Exercise details: Locate the string "minutes" in the listing below. Copy every line where it is found.

Data provided:

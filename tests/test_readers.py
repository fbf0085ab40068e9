"""Reading files: season labels from names, CSV row shapes, duplicate names, Excel sheets."""

from __future__ import annotations

import pandas as pd
import pytest
from conftest import small_table

from drift.errors import InputError
from drift.intake._readers import season_label
from drift.intake.read import read_seasons


@pytest.mark.parametrize("name, season", [
    ("2024-25", "2024-25"), ("team1610_2024-25", "2024-25"), ("export_2023-24_final", "2023-24"),
    ("2024-2025", "2024-25"), ("2024_25", "2024-25"), ("1999-00", "1999-00"), ("2023", "2023"),
    ("stats 2019-20 regular", "2019-20"), ("1610_2024", "2024"),
])
def test_season_from_name(name, season):
    assert season_label(name) == (season, None)


@pytest.mark.parametrize("name, words", [
    ("2023-24_vs_2024-25", "several seasons"), ("export_2025_2024-25", "not two consecutive"),
    ("2024-26", "not two consecutive"), ("players", "holds no season"), ("team1610", "holds no season"),
])
def test_ambiguous_or_missing_season_names_are_refused(name, words):
    label, problem = season_label(name)
    assert label is None and words in problem


def _error(path, config=None):
    with pytest.raises(InputError) as info:
        read_seasons(path, config)
    return str(info.value)


def _one_season():
    return small_table(seasons=("2024-25",)).drop(columns="season")


def test_team_number_in_file_name_is_not_a_season(tmp_path):
    _one_season().to_csv(tmp_path / "team1610_2024-25.csv", index=False)
    assert set(read_seasons(tmp_path).table["season"]) == {"2024-25"}


def test_file_name_without_a_season_is_refused(tmp_path):
    _one_season().to_csv(tmp_path / "team1610.csv", index=False)
    assert "team1610.csv: the name 'team1610' holds no season" in _error(tmp_path)


def test_season_column_disagreeing_with_file_name_is_refused(tmp_path):
    t = small_table(seasons=("2023-24",))
    t.to_csv(tmp_path / "2024-25.csv", index=False)
    msg = _error(tmp_path)
    assert "row 2, column 'season': season '2023-24' disagrees with the season '2024-25'" in msg


def test_short_row_is_refused_with_its_number(tmp_path):
    path = tmp_path / "2024-25.csv"
    _one_season().to_csv(path, index=False)
    lines = path.read_text().splitlines()
    lines[3] = ",".join(lines[3].split(",")[:-2])
    path.write_text("\n".join(lines) + "\n")
    assert "row 4: row has 7 fields where the header has 9" in _error(path)


def test_long_row_is_refused_with_its_number(tmp_path):
    path = tmp_path / "2024-25.csv"
    _one_season().to_csv(path, index=False)
    lines = path.read_text().splitlines()
    lines[2] += ",7"
    path.write_text("\n".join(lines) + "\n")
    assert "row 3: row has 10 fields where the header has 9" in _error(path)


def test_truncated_last_row_is_refused(tmp_path):
    path = tmp_path / "2024-25.csv"
    _one_season().to_csv(path, index=False)
    text = path.read_text().rstrip("\n")
    path.write_text(text[: text.rfind(",")])
    msg = _error(path)
    assert "row 7: row has 8 fields where the header has 9 (the last row: is the file cut short?)" in msg


def test_duplicate_column_names_are_refused(tmp_path):
    path = tmp_path / "2024-25.csv"
    t = _one_season()
    t.insert(len(t.columns), "usage_pct_2", t["usage_pct"])
    t.to_csv(path, index=False)
    path.write_text(path.read_text().replace("usage_pct_2", "usage_pct", 1))
    assert "column name(s) ['usage_pct'] appear more than once" in _error(path)


def test_two_columns_read_as_one_name_are_refused(tmp_path):
    t = _one_season()
    t["USG_PCT"] = t["usage_pct"]
    t.to_csv(tmp_path / "2024-25.csv", index=False)
    assert "columns ['usage_pct', 'USG_PCT'] would all be read as 'usage_pct'" in _error(tmp_path)


def _book(path, sheets):
    with pd.ExcelWriter(path) as writer:
        for name, (frame, startrow) in sheets.items():
            frame.to_excel(writer, sheet_name=name, index=False, startrow=startrow)


def test_notes_sheet_first_and_title_rows_above_the_header(tmp_path):
    path = tmp_path / "2024-25.xlsx"
    notes = pd.DataFrame({"About": ["exported for the staff", "minutes are totals"]})
    _book(path, {"Notes": (notes, 0), "Players": (_one_season(), 3)})
    raw = read_seasons(path)
    assert len(raw.table) == 6 and raw.table["source_row"].iloc[0] == 5  # header on row 4
    assert raw.table["source_file"].iloc[0].endswith("sheet 'Players'")


def test_several_data_sheets_alike_are_read_whole(tmp_path):
    path = tmp_path / "league.xlsx"
    a = small_table(seasons=("2023-24",)).drop(columns="season")
    _book(path, {"2023-24": (a, 0), "2024-25": (a, 0)})
    assert sorted(read_seasons(path).table["season"].unique()) == ["2023-24", "2024-25"]


def test_several_data_sheets_that_differ_are_refused(tmp_path):
    path = tmp_path / "2024-25.xlsx"
    _book(path, {"A": (_one_season(), 0), "B": (_one_season().drop(columns="ts_pct"), 0)})
    msg = _error(path)
    assert "several data sheets ('A', 'B') whose columns differ" in msg and "[intake] sheet" in msg


def test_named_sheet_is_read_and_a_missing_one_refused(tmp_path):
    from drift.config import Config

    path = tmp_path / "2024-25.xlsx"
    _book(path, {"A": (_one_season(), 0), "B": (_one_season().drop(columns="ts_pct"), 0)})
    assert "ts_pct" not in read_seasons(path, Config(sheet="B")).features
    assert "has no sheet 'C'" in _error(path, Config(sheet="C"))


def test_no_header_row_is_refused_clearly(tmp_path):
    path = tmp_path / "2024-25.xlsx"
    _book(path, {"Notes": (pd.DataFrame({"About": ["x"]}), 0),
                 "Data": (_one_season().drop(columns="minutes"), 2)})
    msg = _error(path)
    assert "no sheet has a header row" in msg and "sheet 'Data' lacks ['minutes']" in msg


def test_blank_row_inside_an_excel_table_is_refused(tmp_path):
    path = tmp_path / "2024-25.xlsx"
    t = _one_season().astype(object)
    t.loc[2, :] = None
    _book(path, {"Data": (t, 0)})
    assert "row 4: row is empty inside the table" in _error(path)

The completed task:
    notes = pd.DataFrame({"About": ["exported for the staff", "minutes are totals"]})
                 "Data": (_one_season().drop(columns="minutes"), 2)})
    assert "no sheet has a header row" in msg and "sheet 'Data' lacks ['minutes']" in msg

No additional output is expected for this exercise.